PROBLEM DESCRIPTION >> Every line from the one containing "Job], tmp_path_factory: pytest.TempPathFactory)" to the end of the listing below should be transcribed exactly, and no line outside that span should appear.

PROVIDED MATERIAL >>
"""Panels and a coupon drawn by hand, with all their writers are told; their numbers are in the text."""

from __future__ import annotations

import hashlib
from dataclasses import dataclass, replace
from pathlib import Path
from types import SimpleNamespace

import pytest

from planar.copper.layout import Hole, Island, Kind, Layout, Level, Marking, Pad, Role, Score
from planar.copper.outline import Outline, on_grid
from planar.copper.shapes import capsule, circle, rectangle, rounded_rectangle
from planar.errors import HandoffError
from planar.handoff import (
    FabricationFacts,
    GerberFacts,
    ImpedanceLine,
    PanelFacts,
    ProjectFacts,
    SheetFacts,
    StackupSheet,
    check_fabrication_files,
    check_files,
    creation_date,
    stackup_sheet,
    write_fabrication_files,
    write_layout_files,
)
from planar.handoff.fab_notes import DrawingFacts
from planar.library import WidebandDebye
from planar.stackup import Conductor, Layer, LayerKind, Stackup

HASH = hashlib.sha256(b"a panel").hexdigest()
FREQUENCY = 868.3e6
TOOLING, PERFORATION, PITCH, FIDUCIAL, OPENING, MARK = 3.2e-3, 0.5e-3, 0.8e-3, 1e-3, 2e-3, 1.5e-3
BOTH = (Level.TOP, Level.BOTTOM)


# the layouts


def place_on(point: tuple[float, float], dx: float, dy: float) -> tuple[float, float]:
    return on_grid(point[0] + dx), on_grid(point[1] + dy)


def moved(board: Layout, dx: float, dy: float, place: str, part: str) -> Layout:
    """A copy of a board with nets and designator of its own."""

    def at(outline: Outline) -> Outline:
        return outline.translated(dx, dy).normalised()

    def net(name: str) -> str:
        return f"{name}_{place}" if name else ""

    return replace(
        board,
        islands=tuple(replace(i, outline=at(i.outline), net=net(i.net), part=part) for i in board.islands),
        holes=tuple(replace(h, centre=place_on(h.centre, dx, dy), net=net(h.net)) for h in board.holes),
        pads=tuple(replace(p, outline=at(p.outline), net=net(p.net), part=part) for p in board.pads),
        ports=(),
        mask_openings=tuple(replace(m, outline=at(m.outline)) for m in board.mask_openings),
        legend=tuple(replace(m, outline=at(m.outline)) for m in board.legend),
        edge=at(board.edge),
        keepout=tuple(at(outline) for outline in board.keepout),
    )


def two_in_a_row(board: Layout, spacing: float, rail: float) -> Layout:
    """Two copies beside each other between four rails, the lower left corner at the origin; three corners of the rails
    have tooling hole and fiducials, a mark for each board stands on the lower rail."""
    x0, y0, x1, y1 = board.edge.bounds
    width, height = x1 - x0, y1 - y0
    steps = (rail - x0, rail - x0 + width + spacing)
    copies = [moved(board, dx, rail - y0, f"{'AB'[i]}1", f"ANT{i + 1}") for i, dx in enumerate(steps)]
    size = (2.0 * rail + 2.0 * width + spacing, 2.0 * rail + height)
    half = 0.5 * rail
    corners = ((half, half), (size[0] - half, half), (half, size[1] - half))
    beside = [(x + (6e-3 if x < 0.5 * size[0] else -6e-3), y) for x, y in corners]
    marks = [(half + 12e-3, half), (half + 16e-3, half)]
    discs = [(level, circle(at, FIDUCIAL), Role.FIDUCIAL) for level in board.levels for at in beside]
    discs += [(board.levels[0], circle(at, MARK), Role.MARK) for at in marks]
    return Layout(
        name="two in a row",
        levels=board.levels,
        islands=(
            *(island for copy in copies for island in copy.islands),
            *(Island(level, outline.normalised(), role, part="") for level, outline, role in discs),
        ),
        holes=(
            *(hole for copy in copies for hole in copy.holes),
            *(Hole(at, TOOLING, False, "tooling") for at in corners),
        ),
        pads=tuple(pad for copy in copies for pad in copy.pads),
        ports=(),
        mask_openings=(
            *(opening for copy in copies for opening in copy.mask_openings),
            *(Marking(level, circle(at, OPENING).normalised()) for level in board.levels for at in beside),
        ),
        legend=tuple(marking for copy in copies for marking in copy.legend),
        edge=rounded_rectangle(0.0, 0.0, *size, radius=2e-3).normalised(),
        keepout=tuple(outline for copy in copies for outline in copy.keepout),
        kind=Kind.ARRAY,
        boards=tuple(copy.edge for copy in copies),
    )


@pytest.fixture(scope="module")
def tabbed(two_level: Layout) -> Layout:
    """Boards of 125 by 110 mm, 3 mm apart; the slot between them is left out at one perforated tab of 5 mm."""
    panel = two_in_a_row(two_level, 3e-3, 10e-3)
    x, low, high, middle = 136.5e-3, 12e-3, 118e-3, 65e-3
    ends = ((low, middle - 2.5e-3 - 1.5e-3), (middle + 2.5e-3 + 1.5e-3, high))
    slots = tuple(capsule((x, a), (x, b), 3e-3).normalised() for a, b in ends)
    rows = [(x + side, middle + i * PITCH) for side in (-1.2e-3, 1.2e-3) for i in (-2, -1, 0, 1, 2)]
    holes = tuple(Hole(place_on((a, b), 0.0, 0.0), PERFORATION, False, "perforation") for a, b in rows)
    return replace(panel, cutouts=slots, holes=panel.holes + holes)


@pytest.fixture(scope="module")
def scored(one_level: Layout) -> Layout:
    """Boards of 40 by 40 mm edge to edge in a panel of 94 by 54 mm; each loop is a DC short."""
    panel = two_in_a_row(one_level, 0.0, 7e-3)
    upright = [Score((x, 0.0), (x, 54e-3)) for x in (7e-3, 47e-3, 87e-3)]
    across = [Score((0.0, y), (94e-3, y)) for y in (7e-3, 47e-3)]
    return replace(panel, scores=(*upright, *across), keepout=())


@pytest.fixture(scope="module")
def coupon() -> Layout:
    """A line of 30 mm over ground with a land of a part at each end, and a land that is shorted to ground."""
    line, stub = rectangle(-15e-3, -1.5e-3, 15e-3, 1.5e-3), rectangle(-15e-3, 6e-3, -10e-3, 9e-3)
    ground = rectangle(-18e-3, -9e-3, 18e-3, 12e-3)
    ends = [rectangle(-15e-3, -1e-3, -13e-3, 1e-3), rectangle(13e-3, -1e-3, 15e-3, 1e-3)]
    returns = [rectangle(x - 1e-3, -5e-3, x + 1e-3, -3e-3) for x in (-14e-3, 14e-3)]
    names = ("J1", "LAUNCH_RIGHT")
    pads = [Pad("1", Level.TOP, outline, "signal", "LINE", part) for outline, part in zip(ends, names, strict=True)]
    pads += [Pad("2", Level.BOTTOM, o, "return", "GND", part) for o, part in zip(returns, names, strict=True)]
    pads += [Pad("1", Level.TOP, rectangle(-15e-3, 6.5e-3, -13e-3, 8.5e-3), "signal", "GND", "J3")]
    pads += [Pad("2", Level.BOTTOM, rectangle(-15e-3, 6.5e-3, -13e-3, 8.5e-3), "return", "GND", "J3")]
    return Layout(
        name="coupon of lines",
        levels=BOTH,
        islands=tuple(
            Island(level, outline.normalised(), role, net, "")
            for level, outline, role, net in (
                (Level.TOP, line, Role.LINE, "LINE"),
                (Level.TOP, stub, Role.GROUND, "GND"),
                (Level.BOTTOM, ground, Role.GROUND, "GND"),
            )
        ),
        holes=(Hole((-11e-3, 7.5e-3), 0.3e-3, True, "via", "GND"), Hole((0.0, 10e-3), 3.2e-3, False, "mounting")),
        pads=tuple(replace(pad, outline=pad.outline.normalised()) for pad in pads),
        ports=(),
        mask_openings=tuple(Marking(pad.level, pad.outline.normalised()) for pad in pads),
        legend=(),
        edge=rectangle(-20e-3, -12e-3, 20e-3, 14e-3).normalised(),
        keepout=(),
        kind=Kind.COUPON,
    )


PANELS = {
    "tabbed": PanelFacts(2, 1, (125e-3, 110e-3), None, 5e-3, bad_boards_allowed=True),
    "scored": PanelFacts(2, 1, (40e-3, 40e-3), 1.0 / 3.0, None, bad_boards_allowed=False),
    "coupon": None,
}


@dataclass(frozen=True)
class Job:
    """A layout with all its writers are told."""

    layout: Layout
    sheet: StackupSheet
    facts: FabricationFacts

    @property
    def drawing(self) -> DrawingFacts:
        return DrawingFacts(self.facts.gerber.project, "netlist.ipc", 0.1e-3, self.facts.panel)

    def write(self, folder: Path) -> Path:
        for name in ("fabrication", "layout"):
            (folder / name).mkdir(parents=True, exist_ok=True)
        write_fabrication_files(self.layout, self.sheet, folder / "fabrication", facts=self.facts)
        write_layout_files(self.layout, folder / "layout", status="a test")
        return folder

    def refusal(self, folder: Path) -> str:
        with pytest.raises(HandoffError) as caught:
            check_fabrication_files(self.layout, self.sheet, folder / "fabrication", facts=self.facts)
        return str(caught.value)

    def layout_refusal(self, folder: Path) -> str:
        with pytest.raises(HandoffError) as caught:
            check_files(self.layout, folder / "layout")
        return str(caught.value)


def job_of(layout: Layout, panel: PanelFacts | None) -> Job:
    laminate = WidebandDebye.from_point(4.3, 0.02, at=FREQUENCY)
    mask = WidebandDebye.from_point(3.5, 0.025, at=FREQUENCY)
    bottom = [Layer("copper-bottom", LayerKind.COPPER, "copper", 43e-6)] if len(layout.levels) > 1 else []
    layers = (
        *bottom,
        Layer("dielectric", LayerKind.DIELECTRIC, "woven glass", 1.6e-3, laminate, 0.1, 0.05, 0.3),
        Layer("copper-top", LayerKind.COPPER, "copper", 43e-6),
        Layer("mask-top", LayerKind.MASK, "solder mask", 20e-6, mask, 0.5),
    )
    conductor = Conductor(base_thickness=35e-6, plating=8e-6, conductivity=5.8e7, roughness_rq=0.4e-6)
    facts = SheetFacts(layout.name, FREQUENCY, "ENIG", None, 0.15e-3, dc_short=layout.dc_short, kind=layout.kind)
    line = ImpedanceLine("line", "microstrip", 3.0e-3, None, "top", "bottom", 50.0, None, False)
    sheet = stackup_sheet(Stackup(layers, conductor, 0.1), (line,), facts=facts)
    gerber = GerberFacts(ProjectFacts(layout.name, "A", HASH, creation_date()), layout.levels, 0.15e-3)
    return Job(layout, sheet, FabricationFacts(gerber, 0.15e-3, 0.15e-3, 0.1e-3, panel))


@pytest.fixture(scope="module")
def jobs(tabbed: Layout, scored: Layout, coupon: Layout) -> dict[str, Job]:
    layouts = {"tabbed": tabbed, "scored": scored, "coupon": coupon}
    return {name: job_of(layout, PANELS[name]) for name, layout in layouts.items()}


@pytest.fixture(scope="module")
def folders(jobs: dict[str, Job], tmp_path_factory: pytest.TempPathFactory) -> dict[str, Path]:
    """Every file of each, written once; who spoils one writes its own."""
    return {name: job.write(tmp_path_factory.mktemp(name)) for name, job in jobs.items()}


@pytest.fixture(params=["tabbed", "scored", "coupon"])
def name(request: pytest.FixtureRequest) -> str:
    found: str = request.param
    return found


@pytest.fixture(scope="session")
def drawing_tools() -> SimpleNamespace:
    """What tests draw and describe layouts of their own with."""
    return SimpleNamespace(moved=moved, job_of=job_of, panels=PANELS)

SOLUTION TO THE PROBLEM >>
def folders(jobs: dict[str, Job], tmp_path_factory: pytest.TempPathFactory) -> dict[str, Path]:
    """Every file of each, written once; who spoils one writes its own."""
    return {name: job.write(tmp_path_factory.mktemp(name)) for name, job in jobs.items()}


@pytest.fixture(params=["tabbed", "scored", "coupon"])
def name(request: pytest.FixtureRequest) -> str:
    found: str = request.param
    return found


@pytest.fixture(scope="session")
def drawing_tools() -> SimpleNamespace:
    """What tests draw and describe layouts of their own with."""
    return SimpleNamespace(moved=moved, job_of=job_of, panels=PANELS)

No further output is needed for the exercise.